L'Obs

Roméo et Moufette

- Par MARA GOYET Essayiste M. G.

Elle est là. Elle ne m’a pas vue. Je la vois offrir lascivemen­t son corps au soleil. M’aurat-elle oubliée ? Je l’aime tant que je pense à elle toute l’année. Soudain, elle tourne la tête, me regarde à peine et se cache. J’attendais beaucoup de cet instant et, maintenant, je ne sais qu’en penser. S’est-il vraiment passé quelque chose ? Difficile à savoir avec une marmotte.

Dans « Leurs yeux se rencontrèr­ent », Jean Rousset analysait les scènes de rencontres amoureuses en littératur­e. Le critique distinguai­t trois phases dans ce moment ô combien romanesque : l’effet, l’échange et le franchisse­ment. Avec « ma » marmotte, il ne m’a pas semblé avoir eu le bonheur de franchir toutes ces étapes. Loin s’en faut.

Je n’aurais pas imaginé mobiliser ces références savantes en plein milieu du massif des Ecrins, avec un mammifère à fourrure de surcroît, si je n’avais pas récemment lu un livre justement inspiré par le travail de Rousset. Il était cette fois-ci consacré aux scènes de rencontre avec l’animal (« Nos regards se sont croisés », par Pierre Schoentjes, éd. Le Mot et le Reste, 2022).

Explorant les ouvrages d’écrivains variés (Marguerite Audoux, Loti, Maeterlinc­k, Pennac, Genevoix, Colette et autres), l’auteur analyse ces moments fondamenta­ux de premier contact. Evidemment, un cheval ou un lion ne réagissent pas exactement comme Julien Sorel face à Mme de Rênal, mais cela n’enlève rien à la beauté de l’instant : effroi, illisibili­té, défi, projection, incommunic­abilité et empathie s’invitent à la lisière du monde humain et animal. Ma marmotte, elle, semblait surtout indifféren­te. Au mieux dérangée dans ses petites affaires alpines.

J’ai renouvelé l’expérience avec des moutons, un écureuil furtif ainsi qu’avec des mouches en série.
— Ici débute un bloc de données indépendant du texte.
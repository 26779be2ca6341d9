import { Disk, type DiskState } from '../src/common/disk';
import { Lifecycle } from '../src/common/lifecycle';
import { type House, openHouse } from './harness/house';

describe('health', () => {
  let house: House;
  beforeEach(async () => {
    house = await openHouse();
  });
  afterEach(() => house.close());

  const ready = () => house.visitor().get('/health/ready');
  const diskIs = (state: DiskState) => jest.spyOn(house.app.get(Disk), 'state').mockResolvedValue(state);

  it('is ready when both connections answer, migrations are current and the disk is there', async () => {
    expect((await ready()).body).toEqual({
      ready: true,
      database: 'answers',
      migrations: 'current',
      disk: 'enough',
      ending: false,
    });
  });

  it('is not ready while a migration is missing', async () => {
    const name = 'Catalogue1764550000002';
    const { source } = house.owner;
    await source.query("UPDATE ellwand.migration SET name = 'Away' WHERE name = ?", [name]);
    const answer = await ready();
    await source.query("UPDATE ellwand.migration SET name = ? WHERE name = 'Away'", [name]);
    expect(answer.status).toBe(503);
    expect(answer.body).toMatchObject({ ready: false, migrations: 'behind' });
  });

  it('is not ready while the database keeps it waiting, which it does not wait for; alive it is', async () => {
    const runner = house.owner.source.createQueryRunner();
    await runner.query('LOCK TABLES ellwand.migration WRITE');
    const began = Date.now();
    const answer = await ready();
    const waitedMs = Date.now() - began;
    const live = await house.visitor().get('/health/live');
    await runner.query('UNLOCK TABLES');
    await runner.release();
    expect(answer.status).toBe(503);
    expect(answer.body).toMatchObject({ database: 'silent', migrations: 'unknown' });
    expect(waitedMs).toBeLessThan(900);
    expect(live.status).toBe(200);
  });

  it('is not ready any more once it was told to stop', async () => {
    house.app.get(Lifecycle).end();
    const answer = await ready();
    expect(answer.status).toBe(503);
    expect(answer.body).toMatchObject({ ready: false, ending: true });
  });

  it('stays ready on a disk that is nearly full: reading goes on, writing is refused, signing in is not', async () => {
    const administrator = await house.signInAs('administrator');
    diskIs('low');
    expect((await ready()).status).toBe(200);
    expect((await administrator.get('/api/v1/workroom/users')).status).toBe(200);
    const written = await administrator.post('/api/v1/workroom/invitations').send({});
    expect(written.body).toMatchObject({ status: 507, code: 'disk.full' });
    expect((await administrator.delete('/api/v1/session')).status).toBe(204);
  });

  it('is not ready where the data folder cannot be reached', async () => {
    diskIs('unreachable');
    expect((await ready()).status).toBe(503);
  });
});
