import { createBrowserRouter, type RouteObject } from 'react-router-dom';
import { Door } from './door.js';
import { Shell } from './shell.js';
import { Astray, Broken, Opening } from './astray.js';

/** The floor plan. What the table does not need at once is fetched when it is opened. */
export const routes: RouteObject[] = [
  {
    errorElement: <Broken />,
    hydrateFallbackElement: <Opening />,
    children: [
      {
        path: '/sign-in',
        lazy: async () => ({
          Component: (await import('../features/sign-in/components/sign-in-page.js')).SignInPage,
        }),
      },
      {
        path: '/invitation',
        lazy: async () => ({
          Component: (await import('../features/sign-in/components/invitation-page.js')).InvitationPage,
        }),
      },
      {
        path: '/first-administrator',
        lazy: async () => ({
          Component: (await import('../features/sign-in/components/first-administrator-page.js'))
            .FirstAdministratorPage,
        }),
      },
      {
        element: <Door />,
        children: [
          {
            element: <Shell />,
            children: [
              {
                index: true,
                lazy: async () => ({
                  Component: (await import('../features/garments/components/garment-list-page.js'))
                    .GarmentListPage,
                }),
              },
              {
                path: '/garments/new',
                lazy: async () => ({
                  Component: (await import('../features/garments/components/new-garment-page.js'))
                    .NewGarmentPage,
                }),
              },
              {
                path: '/garments/:garmentId',
                lazy: async () => ({ Component: (await import('./routes/garment-page.js')).GarmentPage }),
              },
              {
                path: '/garments/:garmentId/parts/:partId/sheets/new',
                lazy: async () => ({
                  Component: (await import('../features/measuring/components/new-sheet-page.js'))
                    .NewSheetPage,
                }),
              },
              {
                path: '/garments/:garmentId/parts/:partId/sheets',
                lazy: async () => ({
                  Component: (await import('./routes/part-sheets-page.js')).PartSheetsPage,
                }),
              },
              {
                path: '/garments/:garmentId/parts/:partId/cut-sheet',
                lazy: async () => ({
                  Component: (await import('./routes/cut-sheet-page.js')).CutSheetPage,
                }),
              },
              {
                path: '/review',
                lazy: async () => ({ Component: (await import('./routes/review-page.js')).ReviewPage }),
              },
              {
                path: '/garments/:garmentId/review',
                lazy: async () => ({ Component: (await import('./routes/review-page.js')).ReviewPage }),
              },
              {
                path: '/protocols',
                lazy: async () => ({
                  Component: (await import('../features/protocols/components/protocol-list-page.js'))
                    .ProtocolListPage,
                }),
              },
              {
                path: '/protocols/:kind',
                lazy: async () => ({
                  Component: (await import('../features/protocols/components/protocol-page.js')).ProtocolPage,
                }),
              },
              {
                path: '/tray',
                lazy: async () => ({
                  Component: (await import('../features/tray/components/tray-page.js')).TrayPage,
                }),
              },
              {
                path: '/repeatability',
                lazy: async () => ({
                  Component: (await import('../features/repeatability/components/repeatability-page.js'))
                    .RepeatabilityPage,
                }),
              },
              {
                path: '/people',
                lazy: async () => ({
                  Component: (await import('../features/people/components/people-page.js')).PeoplePage,
                }),
              },
              {
                path: '/audit',
                lazy: async () => ({
                  Component: (await import('../features/audit/components/audit-page.js')).AuditPage,
                }),
              },
              { path: '*', element: <Astray /> },
            ],
          },
          {
            path: '/sheets/:sheetId',
            lazy: async () => ({
              Component: (await import('../features/measuring/components/sheet-page.js')).SheetPage,
            }),
          },
        ],
      },
    ],
  },
];

export const makeRouter = () => createBrowserRouter(routes, { basename: '/workroom' });
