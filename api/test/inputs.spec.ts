import { RequestMethod } from '@nestjs/common';
import { METHOD_METADATA, PATH_METADATA, ROUTE_ARGS_METADATA } from '@nestjs/common/constants';
import { RouteParamtypes } from '@nestjs/common/enums/route-paramtypes.enum';
import { DiscoveryService, MetadataScanner } from '@nestjs/core';
import type { ZodDto } from 'nestjs-zod';
import { z } from 'zod';
import { type House, openHouse } from './harness/house';

interface Input {
  readonly where: string;
  readonly kind: 'body' | 'query' | 'path';
  readonly dto: unknown;
}

const kinds = new Map<number, Input['kind']>([
  [RouteParamtypes.BODY, 'body'],
  [RouteParamtypes.QUERY, 'query'],
  [RouteParamtypes.PARAM, 'path'],
]);

/** An address that cannot be a picture's is no bad request: it is not there. The route reads it by itself. */
const readByHand = ['PublicPicturesController.picture (GET) path'];

describe('whatever a route takes from outside (ASVS 2.2.1, 15.3.3)', () => {
  let house: House;
  let inputs: Input[];
  beforeAll(async () => {
    house = await openHouse();
    inputs = house.app
      .get(DiscoveryService, { strict: false })
      .getControllers()
      .flatMap(({ metatype }) => (metatype ? inputsOf(metatype as Controller) : []));
  });
  afterAll(() => house.close());

  it('is checked against a schema', () => {
    expect(inputs.length).toBeGreaterThan(30);
    const unchecked = inputs.filter(({ dto, where }) => !isDto(dto) && !readByHand.includes(where));
    expect(unchecked.map(({ where }) => where)).toEqual([]);
  });

  it('holds in its body no field that the schema does not name', () => {
    const bodies = inputs.filter(({ kind }) => kind === 'body');
    const lax = bodies.filter(({ dto }) => isDto(dto) && !refusesUnknown(dto.schema));
    expect(lax.map(({ where }) => where)).toEqual([]);
  });

  it('cannot reach prototypes, whatever its form', async () => {
    const agent = house.visitor();
    const bodies = [
      '{"email":"a@larkmoor.example","password":"x","__proto__":{"roles":["administrator"]}}',
      '{"email":"a@larkmoor.example","password":"x","constructor":{"prototype":{"admin":true}}}',
      '{"email":{"__proto__":{"toString":1}},"password":"x"}',
      `${'['.repeat(100_000)}${']'.repeat(100_000)}`,
      '"text"',
      'null',
    ];
    for (const body of bodies) {
      const answer = await agent.post('/api/v1/session').set('Content-Type', 'application/json').send(body);
      expect({ body: body.slice(0, 60), status: answer.status }).toEqual({
        body: body.slice(0, 60),
        status: 400,
      });
    }
    expect(({} as Record<string, unknown>)['admin']).toBeUndefined();
  });
});

type Controller = abstract new (...args: never[]) => object;

function inputsOf(controller: Controller): Input[] {
  const methods = controller.prototype as Record<string, object>;
  return new MetadataScanner()
    .getAllMethodNames(controller.prototype as object)
    .filter((name) => Reflect.hasMetadata(PATH_METADATA, methods[name] ?? {}))
    .flatMap((name) => {
      const args = (Reflect.getMetadata(ROUTE_ARGS_METADATA, controller, name) ?? {}) as Record<
        string,
        { index: number }
      >;
      const types = Reflect.getMetadata('design:paramtypes', methods, name) as readonly unknown[];
      const method = RequestMethod[Reflect.getMetadata(METHOD_METADATA, methods[name] ?? {}) as number];
      return Object.entries(args).flatMap(([key, { index }]) => {
        const kind = kinds.get(Number(key.split(':')[0]));
        return kind
          ? [{ where: `${controller.name}.${name} (${method}) ${kind}`, kind, dto: types[index] }]
          : [];
      });
    });
}

const isDto = (type: unknown): type is ZodDto => typeof type === 'function' && 'isZodDto' in type;

/** A schema says so itself, in the language that the API's description is written in. */
function refusesUnknown(schema: unknown): boolean {
  const described = z.toJSONSchema(schema as z.ZodType, { io: 'input', unrepresentable: 'any' });
  const alternatives = described.anyOf ?? described.oneOf ?? [described];
  return alternatives.every(
    (each) =>
      typeof each === 'object' && 'additionalProperties' in each && each.additionalProperties === false,
  );
}
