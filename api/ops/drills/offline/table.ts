import { type BrowserContext, chromium, type Page } from 'playwright-core';
import type { Entry } from './ledger.js';
import { reader } from './museum.js';

const flags = [
  '--no-sandbox',
  '--disable-gpu',
  '--disable-background-networking',
  '--disable-component-update',
  '--disable-sync',
  '--no-first-run',
];
const SOON_MS = 20_000;
/** Longer than a hand rests before a draft is written (150 ms). */
const REST_MS = 350;
const SETTLES_MS = 250;

/** Points of the sheet that take one figure each, by what their boxes are called. */
export const points: readonly string[] = [
  'Bust or chest',
  'Waist',
  'Inner waist band',
  'Neck',
  'Side seam',
  'Armscye',
  'Cuff',
];

export interface Seat {
  readonly chromium: string;
  readonly profile: string;
  readonly url: string;
  readonly sheetId: string;
  /** Run before every page, for the control that must fail. */
  readonly initScript?: string;
}

/** A tablet at the table: a browser with a profile that outlives its tabs, and a hand that types. */
export class Tablet {
  private constructor(
    private readonly seat: Seat,
    private readonly context: BrowserContext,
    private page: Page,
  ) {}

  static async open(seat: Seat): Promise<Tablet> {
    const context = await chromium.launchPersistentContext(seat.profile, {
      executablePath: seat.chromium,
      args: flags,
      viewport: { width: 1024, height: 768 },
      locale: 'en-GB',
    });
    if (seat.initScript) await context.addInitScript(seat.initScript);
    const page = context.pages()[0] ?? (await context.newPage());
    page.setDefaultTimeout(SOON_MS);
    return new Tablet(seat, context, page);
  }

  async signIn(): Promise<void> {
    await this.page.goto(`${this.seat.url}/workroom/sign-in`);
    await this.page.getByLabel('E-mail address').fill(reader.email);
    await this.page.getByLabel('Password', { exact: true }).fill(reader.password);
    await this.page.getByRole('button', { name: 'Sign in' }).click();
    await this.page.getByRole('heading', { name: 'Garments', level: 1 }).waitFor();
    // The shell must be on this tablet before the network goes.
    await this.page.evaluate('navigator.serviceWorker.ready.then(() => true)');
  }

  /** Opens the sheet, from the tablet alone where there is no network, and goes past what is said once. */
  async openSheet(): Promise<void> {
    await this.page.goto(`${this.seat.url}/workroom/sheets/${this.seat.sheetId}`);
    const lies = this.page.getByRole('button', { name: /It lies so/ });
    await lies.or(this.box(points[0]!)).first().waitFor();
    // The question covers the boxes, and may come a moment after them.
    await this.page.waitForTimeout(SETTLES_MS);
    if (await lies.isVisible()) await lies.click();
    await this.box(points[0]!).waitFor();
  }

  /** Types a figure and leaves it in its box. */
  async type({ point, figure }: Entry): Promise<void> {
    await this.box(point).click();
    await this.box(point).fill(figure);
    await this.page.waitForTimeout(REST_MS);
  }

  async enter(point: string): Promise<void> {
    await this.box(point).press('Enter');
  }

  figureIn(point: string): Promise<string> {
    return this.box(point).inputValue();
  }

  /** Until everything that was keyed is at the museum. */
  async allSent(): Promise<void> {
    await this.page.getByText(/^All readings sent/).waitFor({ timeout: 90_000 });
  }

  /** The tab dies without being told: no handler of the page runs. */
  async kill(): Promise<void> {
    const dying = this.page;
    this.page = await this.context.newPage();
    this.page.setDefaultTimeout(SOON_MS);
    const session = await this.context.newCDPSession(dying);
    await session.send('Page.crash').catch(() => undefined);
    await dying.close({ runBeforeUnload: false }).catch(() => undefined);
  }

  async close(): Promise<void> {
    await this.context.close();
  }

  private box(point: string) {
    return this.page.getByRole('textbox', { name: new RegExp(`^${point}\\s*, millimetres`) });
  }
}
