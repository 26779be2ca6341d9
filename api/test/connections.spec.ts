import { getDataSourceToken } from '@nestjs/typeorm';
import type { DataSource } from 'typeorm';
import { CATALOGUE } from '../src/common/catalogue-connection';
import { type House, openHouse } from './harness/house';

const poolSize = 10;

describe('the connections to the database', () => {
  let house: House;
  beforeAll(async () => {
    house = await openHouse();
  });
  afterAll(() => house.close());

  it.each(['default', CATALOGUE])(
    '%s: each one has strict types and an end to every statement',
    async (name) => {
      const source = house.app.get<DataSource>(getDataSourceToken(name));
      const runners = Array.from({ length: poolSize }, () => source.createQueryRunner());
      try {
        for (const runner of runners) {
          const rows: unknown[] = await runner.query(
            'SELECT @@max_statement_time AS seconds, @@innodb_lock_wait_timeout AS waits, @@sql_mode AS mode',
          );
          expect(rows).toEqual([
            { seconds: expect.anything(), waits: '5', mode: expect.stringContaining('STRICT_ALL_TABLES') },
          ]);
          expect(Number((rows[0] as { seconds: string }).seconds)).toBe(15);
        }
      } finally {
        for (const runner of runners) await runner.release();
      }
    },
  );

  it('that are all taken make a caller come back later instead of waiting for ever, and then serve again', async () => {
    const agent = await house.signInAs('administrator');
    const source = house.app.get<DataSource>(getDataSourceToken());
    const runners = Array.from({ length: poolSize }, () => source.createQueryRunner());
    for (const runner of runners) await runner.connect();
    const refused = await agent.get('/api/v1/workroom/users');
    for (const runner of runners) await runner.release();
    expect(refused.body).toMatchObject({ status: 503, code: 'service.unavailable' });
    expect(refused.get('Retry-After')).toBe('2');
    expect((await agent.get('/api/v1/workroom/users')).status).toBe(200);
  });
});
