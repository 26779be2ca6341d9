import { useEffect } from 'react';
import { useBlocker } from 'react-router-dom';
import { Button } from '../../../components/ui/button.js';
import { Question } from '../../../components/ui/dialog.js';

/** Asks before what was typed is left behind: within the Workroom by itself, at a closed window through the browser. */
export function LeaveQuestion({ unsaved }: { readonly unsaved: boolean }) {
  const blocker = useBlocker(unsaved);
  useEffect(() => {
    if (!unsaved) return;
    const warn = (event: BeforeUnloadEvent) => event.preventDefault();
    window.addEventListener('beforeunload', warn);
    return () => window.removeEventListener('beforeunload', warn);
  }, [unsaved]);
  return (
    <Question
      open={blocker.state === 'blocked'}
      onClose={() => blocker.reset?.()}
      title="Leave without saving?"
      actions={
        <>
          <Button tone="action" onClick={() => blocker.reset?.()}>
            Stay here
          </Button>
          <Button tone="danger" onClick={() => blocker.proceed?.()}>
            Leave without saving
          </Button>
        </>
      }
    >
      <p>What you changed on this cut sheet is not saved yet.</p>
    </Question>
  );
}
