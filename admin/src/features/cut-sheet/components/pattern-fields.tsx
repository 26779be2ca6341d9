import { type Image, imageViewLabels } from '@ellwand/shared/records/image';
import { useQuery } from '@tanstack/react-query';
import { useFormContext, useWatch } from 'react-hook-form';
import { Link } from 'react-router-dom';
import { Fieldset } from '../../../components/ui/fieldset.js';
import { Failed, Waiting } from '../../../components/ui/states.js';
import { paths } from '../../../config/paths.js';
import { imagesQuery } from '../../media/api/images.js';
import { noMark, type TypedSheet } from '../model/typed-sheet.js';
import { ChoiceBox } from './boxes.js';
import { PatternDesk } from './pattern-desk.js';

const hint =
  'A drawing on paper, photographed straight from above or scanned. Two marks a known distance apart give its scale.';

/** The hand-drawn pattern: which picture it is, and what is read off it. */
export function PatternFields({
  garmentId,
  disabled,
}: {
  readonly garmentId: string;
  readonly disabled: boolean;
}) {
  const images = useQuery(imagesQuery(garmentId));
  return (
    <Fieldset legend="Hand-drawn pattern" hint={hint}>
      {images.isPending && <Waiting label="Fetching the pictures" rows={1} />}
      {images.isError && <Failed error={images.error} onRetry={() => void images.refetch()} />}
      {images.data && <PatternChoice garmentId={garmentId} images={images.data} disabled={disabled} />}
    </Fieldset>
  );
}

/** Drawings first: they are what is looked for here. */
function choicesOf(images: readonly Image[]): Record<string, string> {
  const named = images.map((image, place) => ({
    image,
    words: `${imageViewLabels[image.view]}, picture ${place + 1}`,
  }));
  const drawings = named.filter(({ image }) => image.view === 'pattern');
  const others = named.filter(({ image }) => image.view !== 'pattern');
  return {
    '': 'None',
    ...Object.fromEntries([...drawings, ...others].map(({ image, words }) => [image.id, words])),
  };
}

function PatternChoice({
  garmentId,
  images,
  disabled,
}: {
  readonly garmentId: string;
  readonly images: readonly Image[];
  readonly disabled: boolean;
}) {
  const { control, getValues, setValue } = useFormContext<TypedSheet>();
  const imageId = useWatch({ control, name: 'pattern.imageId' });
  const image = images.find(({ id }) => id === imageId);
  const choices = choicesOf(images);
  if (imageId !== '' && !image) choices[imageId] = 'A picture that is no longer here';
  // Marks of one picture say nothing in another.
  const clearMarks = () => {
    setValue('pattern.marks', { from: noMark, to: noMark }, { shouldDirty: true });
    setValue(
      'pattern.pairs',
      getValues('pattern.pairs').map((pair) => ({ ...pair, from: noMark, to: noMark })),
      { shouldDirty: true },
    );
  };
  return (
    <>
      <div className="max-w-96" onChange={clearMarks}>
        <ChoiceBox name="pattern.imageId" label="Picture of the pattern" choices={choices} />
      </div>
      {imageId === '' && (
        <p className="text-table text-ink-2">
          Add the drawing to{' '}
          <Link to={paths.garment(garmentId)} className="text-indigo underline underline-offset-4">
            the garment’s pictures
          </Link>{' '}
          as “Hand-drawn pattern”, then choose it here.
        </p>
      )}
      {image && <PatternDesk key={image.id} image={image} disabled={disabled} />}
    </>
  );
}
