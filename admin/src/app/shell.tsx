import { useQueryClient } from '@tanstack/react-query';
import { NavLink, Outlet, useNavigate } from 'react-router-dom';
import { Button } from '../components/ui/button.js';
import { NewerNotice } from './newer-notice.js';
import { TrayLink } from './tray-link.js';
import { paths } from '../config/paths.js';
import { sessionQuery, signOut } from '../features/sign-in/api/session.js';
import { referenceOf } from '../lib/query-client.js';
import { useMay, useSession } from '../lib/session.js';
import { referenceKeys } from '../offline/reference.js';

const linkLook = ({ isActive }: { isActive: boolean }) =>
  `inline-flex min-h-12 items-center border-b-2 whitespace-nowrap text-table ${isActive ? 'border-indigo font-medium text-ink' : 'border-transparent text-ink-2 hover:text-ink'}`;

/** The office's frame. The measuring sheet has its own, for nothing there may distract. */
export function Shell() {
  const { user } = useSession();
  const reviews = useMay('record:review');
  const manages = useMay('user:manage');
  const audits = useMay('audit:read');
  return (
    <>
      <a
        href="#main"
        className="sr-only focus:not-sr-only focus:absolute focus:left-4 focus:top-2 focus:z-30 focus:bg-sheet focus:px-3 focus:py-2"
      >
        Skip to the content
      </a>
      <NewerNotice />
      <header className="border-b border-hair bg-sheet print:hidden">
        <div className="mx-auto flex max-w-page flex-wrap items-center gap-x-8 px-4 sm:px-6">
          <NavLink to={paths.garments()} className="title flex min-h-12 items-center text-title-25">
            Ellwand Workroom
          </NavLink>
          <div className="ml-auto flex items-center gap-3 text-table sm:order-last">
            <TrayLink />
            <span className="hidden text-ink-2 sm:inline">{user.name}</span>
            <SignOut />
          </div>
          <nav aria-label="Workroom" className="flex w-full gap-5 overflow-x-auto sm:w-auto sm:gap-6">
            <NavLink to={paths.garments()} end className={linkLook}>
              Garments
            </NavLink>
            {reviews && (
              <NavLink to={paths.reviewQueue()} className={linkLook}>
                Review
              </NavLink>
            )}
            <NavLink to={paths.protocols()} className={linkLook}>
              Protocols
            </NavLink>
            <NavLink to={paths.repeatability()} className={linkLook}>
              Repeatability
            </NavLink>
            {manages && (
              <NavLink to={paths.people()} className={linkLook}>
                People
              </NavLink>
            )}
            {audits && (
              <NavLink to={paths.audit()} className={linkLook}>
                Audit trail
              </NavLink>
            )}
          </nav>
        </div>
      </header>
      <main id="main">
        <Outlet />
      </main>
    </>
  );
}

function SignOut() {
  const queries = useQueryClient();
  const navigate = useNavigate();
  const leave = async () => {
    // Whatever the server says, this screen shows nothing more.
    await signOut().catch(() => undefined);
    await referenceOf(queries).forget(referenceKeys.session);
    queries.clear();
    queries.setQueryData(sessionQuery.queryKey, null);
    void navigate(paths.signIn(), { replace: true });
  };
  return (
    <Button tone="quiet" height="dense" className="px-2" onClick={() => void leave()}>
      Sign out
    </Button>
  );
}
Sans succès. Chacun restait sur son quant-à-soi. Avec un moustique après un combat loyal, j’ai tenté de capter son regard au moment de l’écraser avec une tong mais je n’avais pas l’oeil d’Othello pour Desdémone. Sans doute n’ai-je ni la patience ni la foi contemplat­ive pour saisir tout le malheur du monde dans le regard d’une truite, l’innocence dans celui d’un agneau ni le rapport de force faunetouri­ste dans le bond d’une sauterelle.

Ne pouvant cependant me résoudre à cet échec, j’ai tenté de trouver des solutions afin de mieux m’en sortir la prochaine fois. Peut-être faudrait-il arriver un peu plus tôt dans l’année et tirer la marmotte de son hibernatio­n en déposant, comme dans les contes, sur son petit museau, un léger baiser. Peut-être qu’alors, elle se réveillera­it et, après m’avoir fait un long discours sur le consenteme­nt et comparée à tous les pires princes prédateurs charmants (c’est du moins ce que semblerait signifier son sifflement moderne), elle me fixerait gravement et se retirerait avec mépris. La scène serait douloureus­e et culpabilis­ante. Mais elle me permettrai­t d’écrire ensuite une petite églogue repentante de toute beauté, à la croisée de Flaubert et London, de « la Princesse de Clèves » et « Moby Dick ». Une sorte de Roméo et Moufette, problémati­que et clivant dont le lecteur ne sortirait pas indemne.